Healthcare workers treat a patient in a negative pressure room in the Covid-19 intensive care unit (ICU) at Freeman Hospital West in Joplin, Missouri, United States on Tuesday, August 3, 2021. (Angus Mordant / Bloomberg via Getty Images)

Health workers are treating a COVID-19 patient in the intensive care unit at Freeman Hospital West in Joplin, Missouri on Tuesday. (Angus Mordant / Bloomberg via Getty Images)

Now that the Delta variant has made landfall, people are eager to get the vaccine again. But it takes up to two weeks for a fully immunized person to develop antibodies to the coronavirus, and people now receiving their first injection of mRNA vaccines from Pfizer or Moderna will have to wait several weeks before receiving a second injection. without which there is little protection against Delta.

Nothing can be done about these waiting periods, which means the coronavirus will continue to spread through much of August, even as governors like Ron DeSantis of Florida and Greg Abbott of Texas have resisted the warrants. mask that would provide an additional layer of protection.

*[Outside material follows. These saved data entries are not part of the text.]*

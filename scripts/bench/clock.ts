/** Results end here, so that no engine may leave work out whose result nobody reads. */
let sink = 0;

/** Seconds of one call: the median of `rounds` after one round to warm up, each of as many calls as fill `least` seconds. */
export function secondsOf(work: () => number, rounds = 5, least = 0.04): number {
  let calls = 1;
  for (;;) {
    const seconds = timed(work, calls);
    if (seconds >= least) break;
    calls = Math.ceil(calls * Math.min(20, Math.max(2, (1.2 * least) / Math.max(seconds, 1e-6))));
  }
  const seconds = medianOf(Array.from({ length: rounds }, () => timed(work, calls) / calls));
  if (!Number.isFinite(sink)) throw new Error("what was measured gave no number");
  return seconds;
}

function timed(work: () => number, calls: number): number {
  const start = performance.now();
  for (let i = 0; i < calls; i++) sink += work();
  return (performance.now() - start) / 1000;
}

export function medianOf(values: readonly number[]): number {
  const sorted = [...values].sort((a, b) => a - b);
  const middle = Math.floor(sorted.length / 2);
  return sorted.length % 2 === 1 ? (sorted[middle] ?? Number.NaN) : ((sorted[middle - 1] ?? Number.NaN) + (sorted[middle] ?? Number.NaN)) / 2;
}
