import type { Problem, Span } from "../errors";
import type { SimulatedBudget, SimulatedLine, SimulatedNumber, SimulatedTrend } from "../simulate/simulated";
import type { Simulation } from "../simulate/simulation";
import type { StateName } from "../quantity/state";
import type { Table } from "../table/table";
import type { Basis, BlockKind, RowId, TrendBlock } from "./schema";

/** Version of the engine; raised whenever a change may move a number. */
export const ENGINE_VERSION = "1.1.0";
export const RESULTS_FORMAT = "cotectic-results/1";

/** What one evaluation of a page gives, by handle, in the page's order. */
export interface PageResults {
  readonly engine: string;
  /** Every alias the page uses and the compilation it means, and every compilation used by its own id. */
  readonly bodies: Readonly<Record<string, string>>;
  readonly blocks: ReadonlyMap<string, BlockResult>;
  /** Handles that each block reads from, for the rail. */
  readonly readsFrom: ReadonlyMap<string, readonly string[]>;
  /** By handle: simulations that were put off and are not done, whose blocks stand here with what first order says. */
  readonly simulations?: ReadonlyMap<string, Simulation>;
}

export type BlockResult = DataResult | FormulaResult | TrendResult | BudgetResult | PlotResult | NoteResult;

interface AnyResult {
  readonly kind: BlockKind;
  readonly problems: readonly Problem[];
  /** Bodies this block's numbers lean on: alias or id as written → compilation. */
  readonly bodiesUsed: Readonly<Record<string, string>>;
}

export interface DataResult extends AnyResult {
  readonly kind: "data";
  /** Rows in use and rows set aside. */
  readonly samples: number;
  readonly setAside: number;
  readonly valuesSetAside: number;
  readonly amended: number;
  readonly columns: readonly ColumnSummary[];
  readonly screening: readonly ScreeningFlag[];
  /** Total of each row's oxides, wt%; NaN where a row has none that means anything, left out where the table has none. */
  readonly totals?: Float64Array;
  /** True where `columns` was left out and the importer's proposal was used. */
  readonly proposed: boolean;
  /** Undefined when the table could not be read. */
  readonly table?: Table;
}
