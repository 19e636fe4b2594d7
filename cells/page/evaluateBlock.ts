import { evaluateBudget } from "../budget";
import { evaluateData } from "../data";
import { evaluateFormula } from "../formula/evaluate";
import { evaluateNote, type LineFinder } from "../note/evaluate";
import { evaluatePlot } from "../plot";
import { evaluateTrend } from "../trend";
import type { BlockContext } from "./context";
import type { BlockResult } from "./results";
import type { Block } from "./schema";

/** Two lines over one data block that are drawn or fitted against each other. */
export interface Pair {
  readonly data: string;
  readonly of: readonly [string, string];
}

/** What a block gets from its page beside the blocks it reads from. */
export interface BlockExtras {
  /** Bytes of a data block's source; undefined where they are not there. */
  readonly source: Uint8Array | undefined;
  /** Names of a formula block's lines that are calculated from themselves. */
  readonly circular: ReadonlySet<string>;
  readonly drawnTogether: readonly Pair[];
  readonly linesNamed: LineFinder;
}

/** Calculates one block. To add a kind of block is to add a line here. */
export function evaluateBlock(block: Block, context: BlockContext, extras: BlockExtras): BlockResult {
  switch (block.kind) {
    case "data":
      return evaluateData(block, context, extras.source);
    case "formula":
      return evaluateFormula(block, context, { circular: extras.circular, drawnTogether: extras.drawnTogether.map((pair) => pair.of) });
    case "trend":
      return evaluateTrend(block, context);
    case "budget":
      return evaluateBudget(block, context);
    case "plot":
      return evaluatePlot(block, context);
    case "note":
      return evaluateNote(block, context, extras.linesNamed);
  }
}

Earlier this week – about a month later than expected – the nation reached President Biden’s goal of immunizing 70 percent of American adults. Yet experts now believe that around 80% of the population must be vaccinated (or maintain natural immunity against previous COVID-19 disease) to gain herd immunity.

Today’s picture is significantly darker than it was a month ago, when the end of the pandemic seemed near. “We are closer than ever to declaring our independence from a deadly virus,” Biden said at a White House event on July 4.

Now, all of a sudden, independence seems more distant. There are fears of new closures, schools returning to Zoom, canceled weddings and vacations. There are debates over moratoriums on deportations and travel restrictions. The masks are back. The same is true for the duration of this pandemic. For at least a little longer, it seems.